Proposta, que será levada a Puebla, em fevereiro, prevê derrubada total das tarifas de importação

Brasil já tem pronto plano para Alca "light"

CLÓVIS ROSSI
COLUNISTA DA FOLHA

O governo brasileiro já preparou sua proposta para a próxima reunião da Alca (Área de Livre Comércio das Américas): contém o máximo de ambição em matéria de derrubada de tarifas de importação e o máximo de cautela em temas que não são exatamente relacionados ao comércio de bens, como investimentos e serviços.
O documento brasileiro estava sendo discutido ontem em Montevidéu (Uruguai) com os demais sócios do Mercosul, na medida em que a expectativa do Itamaraty é que seja adotado por todos.
O texto será levado à reunião do CNC (Comitê de Negociação Comercial), principal órgão técnico da Alca, já marcada para o período de 2 a 6 de fevereiro, na cidade mexicana de Puebla.
Esse encontro será a primeira tentativa dos 34 países que negociam a Alca de definir um roteiro de negociações após a conferência ministerial de Miami (EUA), em novembro, que simplesmente adiou as principais decisões, com o que o encontro de Puebla tornou-se politicamente relevante.
Miami decidiu por uma Alca "light", como queria o governo brasileiro, na qual haverá "um conjunto comum e equilibrado de direitos e obrigações que sejam aplicáveis a todos os países".

Abertura total
Acima do mínimo, cada país é livre para fazer acordos com "benefícios e obrigações adicionais", que, porém, não serão obrigatórios para os demais sócios.
É justamente o formato concreto do "conjunto comum e equilibrado" que deverá ser discutido em Puebla, em todas as nove áreas de negociação, a saber: acesso a mercados; agricultura; serviços; investimentos; compras do setor público; propriedade intelectual; política de concorrência; subsídios, antidumping e direitos compensatórios; e solução de controvérsias.
O primeiro ponto (acesso a mercados) é o jargão para reduzir ou eliminar as tarifas de importação, o item mais clássico em acordos comerciais.
A proposta brasileira prevê cobertura total tanto em bens agrícolas como não-agrícolas, o que significa que a abertura deverá contemplar todos os produtos, sem exclusões.
A defesa dos setores que o governo quiser proteger se dará no prazo: os mais sensíveis poderão começar a ter as tarifas de importação reduzidas 15 anos após a assinatura do acordo. Os ainda mais sensíveis podem ficar numa lista dos protegidos indefinidamente.
Na área agrícola, além de defender a derrubada das tarifas, a proposta brasileira quer a eliminação dos subsídios à exportação e o disciplinamento de todas as medidas que distorcem o comércio.
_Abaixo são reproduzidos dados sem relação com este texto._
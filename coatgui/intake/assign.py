"""Whose spectrum a piece of a file is, and when it was taken: from what a person said, a readings
list, the file's columns, its name, the lines above its table, or a date and a start."""

from __future__ import annotations

from dataclasses import dataclass, replace
from datetime import datetime
from pathlib import PurePosixPath

from coatgui.intake.errors import Unclear
from coatgui.intake.impedance import WAYS
from coatgui.intake.labels import moment_in
from coatgui.intake.lists import ListedReading
from coatgui.intake.names import NameSays, panel_and_hours
from coatgui.intake.proposals import Correction, Told
from coatgui.intake.spectra import Piece
from coatgui.intake.units import kind_of
from coatgui.records import FoundPanel, FoundReading, Source, Spectrum

_START_COLUMNS = ("start", "exposure_start", "start_of_exposure")
_HOUR_S = 3600.0


@dataclass(frozen=True)
class Known:
    """All that is known besides the file itself."""

    told: Told
    listed: dict[tuple[str, str], ListedReading]
    panels: dict[str, FoundPanel]


def assigned(
    piece: Piece, file: str, digest: str, known: Known, *, alone: bool, several_panels: bool
) -> tuple[FoundReading, tuple[str, ...]]:
    """The reading and what to doubt about it. Raises Unclear where panel, time or area is not
    known. `alone` says that it is the file's only spectrum, `several_panels` that the file names
    more than one panel."""
    said = known.told.about(file, piece.part)
    listed = known.listed.get((file, piece.part)) or known.listed.get((file, ""))
    by_name = _name_says(file, known.told)
    doubts = list(piece.doubts)
    panel = _panel(piece, file, said, listed, by_name, several_panels, doubts)
    hours = _hours(piece, panel, said, listed, by_name, known, alone, several_panels, doubts)
    if not panel or hours is None:
        raise Unclear(
            "Neither its name nor its columns nor a readings list says which panel and exposure "
            "time it belongs to: name it like A1_168h.csv, or add a line to readings.csv."
        )
    piece = _per_specimen(piece, panel, known)
    reading = FoundReading(
        spectrum=piece.spectrum,
        source=Source(file, digest, piece.part, piece.dialect),
        panel=panel,
        exposure_h=hours,
        temperature_c=_listed_or(
            listed.temperature_c if listed else None, piece.temperature_span_c
        ),
        amplitude_mv=listed.amplitude_mv if listed else None,
        potential_mv=_listed_or(listed.potential_mv if listed else None, piece.potential_span_mv),
        remark=listed.remark if listed else "",
        temperature_span_c=piece.temperature_span_c,
        potential_span_mv=piece.potential_span_mv,
    )
    return reading, tuple(doubts)


def _listed_or(listed: float | None, within: tuple[float, float] | None) -> float | None:
    """What the list says, else the middle of what the file says point by point."""
    if listed is not None or within is None:
        return listed
    return (within[0] + within[1]) / 2


def _name_says(file: str, told: Told) -> NameSays:
    """By the pattern a person gave; what that leaves open, by the form known without asking."""
    by_form = panel_and_hours(file)
    if told.pattern is None:
        return by_form
    by_pattern = told.pattern.says(file)
    return NameSays(
        by_pattern.panel or by_form.panel,
        by_form.exposure_h if by_pattern.exposure_h is None else by_pattern.exposure_h,
        by_pattern.moment,
    )


def _panel(
    piece: Piece,
    file: str,
    said: Correction,
    listed: ListedReading | None,
    by_name: NameSays,
    several_panels: bool,
    doubts: list[str],
) -> str:
    told = said.panel or (listed.panel if listed else "")
    if told:
        return told
    if piece.panel and (piece.named_by_column or several_panels):
        return piece.panel
    # A line above the table is often left over from the sample before: the name counts more.
    if piece.panel and by_name.panel and piece.panel.casefold() != by_name.panel.casefold():
        doubts.append(
            f"A line in the file names '{piece.panel}', the file's name {by_name.panel}: the name "
            "was taken."
        )
    if by_name.panel or piece.panel:
        return by_name.panel or piece.panel
    return PurePosixPath(file).stem if piece.exposure_h is not None else ""


def _hours(
    piece: Piece,
    panel: str,
    said: Correction,
    listed: ListedReading | None,
    by_name: NameSays,
    known: Known,
    alone: bool,
    several_panels: bool,
    doubts: list[str],
) -> float | None:
    if said.exposure_h is not None:
        return said.exposure_h
    # One time for a file of several would make them all the same reading.
    if (
        listed is not None
        and listed.exposure_h is not None
        and (alone or listed.part or piece.exposure_h is None)
    ):
        return listed.exposure_h
    if piece.exposure_h is not None:
        named = by_name.exposure_h
        if alone and named is not None and abs(named - piece.exposure_h) > 0.01 * named + 0.01:
            doubts.append(
                f"The file says {piece.exposure_h:g} h and its name {named:g} h: the file's own "
                "was taken."
            )
        return piece.exposure_h
    if by_name.exposure_h is not None:
        if not alone and not several_panels:
            raise Unclear(
                "The file holds several spectra, and its name gives all of them one panel and "
                "time: say in readings.csv, with its column 'part', which is which."
            )
        return by_name.exposure_h
    return _since_start(piece, panel, by_name, known)


def _since_start(piece: Piece, panel: str, by_name: NameSays, known: Known) -> float | None:
    moment = by_name.moment or piece.moment
    start = _start(panel, known)
    if moment is None or start is None:
        return None
    if by_name.moment is None and piece.moment_unsure:
        raise Unclear(
            "The date in the file could have day and month the other way round: say when it was "
            "measured."
        )
    hours = (moment - start).total_seconds() / _HOUR_S
    if hours < 0:
        raise Unclear(
            f"It was measured on {moment:%Y-%m-%d %H:%M}, before the exposure of {panel} started "
            f"({start:%Y-%m-%d %H:%M}): correct one of them."
        )
    return hours


def _start(panel: str, known: Known) -> datetime | None:
    told = known.told.started.get(panel) or known.told.started.get("")
    if told is not None or panel not in known.panels:
        return told
    for heading, text in known.panels[panel].notes:
        if heading.casefold().replace(" ", "_") in _START_COLUMNS:
            moment, unsure = moment_in(text)
            if unsure:
                raise Unclear(
                    f"The start of exposure of {panel}, {text}, could have day and month the other "
                    "way round: write it like 2026-03-01."
                )
            return moment
    return None


def _per_specimen(piece: Piece, panel: str, known: Known) -> Piece:
    """Impedance per area divided by the panel's area, for spectra are kept per specimen."""
    if not piece.per_area:
        return piece
    listed = known.panels.get(panel)
    area = listed.area_cm2 if listed is not None else None
    area = known.told.areas_cm2.get(panel) if area is None else area
    if area is None:
        raise Unclear(
            f"The values are per area (Ω cm²), and the area of panel {panel} is not known: add "
            "area_cm2 to panels.csv, or export the values in Ω."
        )
    way = next(w for w in WAYS if {c.role for c in piece.dialect.columns} >= set(w))
    columns = tuple(
        replace(c, factor=c.factor * _of_specimen(c.role, area)) if c.role in way else c
        for c in piece.dialect.columns
    )
    remark = f"The values are per area and were divided by the panel's {area:g} cm²."
    dialect = replace(piece.dialect, columns=columns, remarks=(*piece.dialect.remarks, remark))
    spectrum = Spectrum(piece.spectrum.frequency_hz, piece.spectrum.impedance_ohm / area)
    return replace(piece, spectrum=spectrum, dialect=dialect, per_area=False)


def _of_specimen(role: str, area_cm2: float) -> float:
    """What a written value per area is multiplied with; phases are the same for any area."""
    kind = kind_of(role.removeprefix("log_"))
    return {"impedance": 1.0 / area_cm2, "angle": 1.0}.get(kind, area_cm2)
Entre elas, os créditos à exportação que o governo dos EUA concede e fazem o mesmo efeito que os subsídios, mas não são punidos pelas regras da OMC (Organização Mundial do Comércio).
Ao ser agressivo nessas duas áreas, o Brasil já está atuando preventivamente contra a perspectiva de que os EUA exibam idêntica agressividade nas áreas em que o Brasil não quer ceder muito.
Exemplos: em investimentos, a proposta brasileira prevê que a Alca não irá além do que já fixa a OMC (e é pouco, em matéria de regras para investimentos).

"Positivas" e "negativas"
Em serviços, o Brasil também usa o escudo das regras internacionais, no caso o Gats (sigla em inglês para Acordo Geral sobre Comércio de Serviços).
Além disso, o texto prevê o estabelecimento das chamadas "listas positivas" para abrir o setor de serviços. Significa que o governo fará uma listagem cuidadosa dos setores que oferece para a abertura, preservando por extensão todos os não-listados.
O modelo de "lista negativa" prevê o inverso: todo setor que não constar da lista negativa estará aberto quando o acordo for concluído. Com isso, o governo fica impossibilitado de proteger um eventual setor novo que surja depois da lista "negativa".
Também em propriedade intelectual, a proposta remete para os textos da OMC, em vez de citar apenas o acordo básico nessa área, que é o Trips (Direitos de Propriedade Intelectual Relacionados ao Comércio, na sigla em inglês). Com isso, incorpora uma declaração sobre "Trips e Saúde Pública", aprovada na Conferência Ministerial de Doha (2001), que privilegia o direito à saúde sobre o direito às patentes.
Por fim, em compras governamentais, a proposta brasileira trata apenas de transparência, não do direito de estrangeiros se apresentarem em concorrências para, por exemplo, o fornecimento da merenda escolar.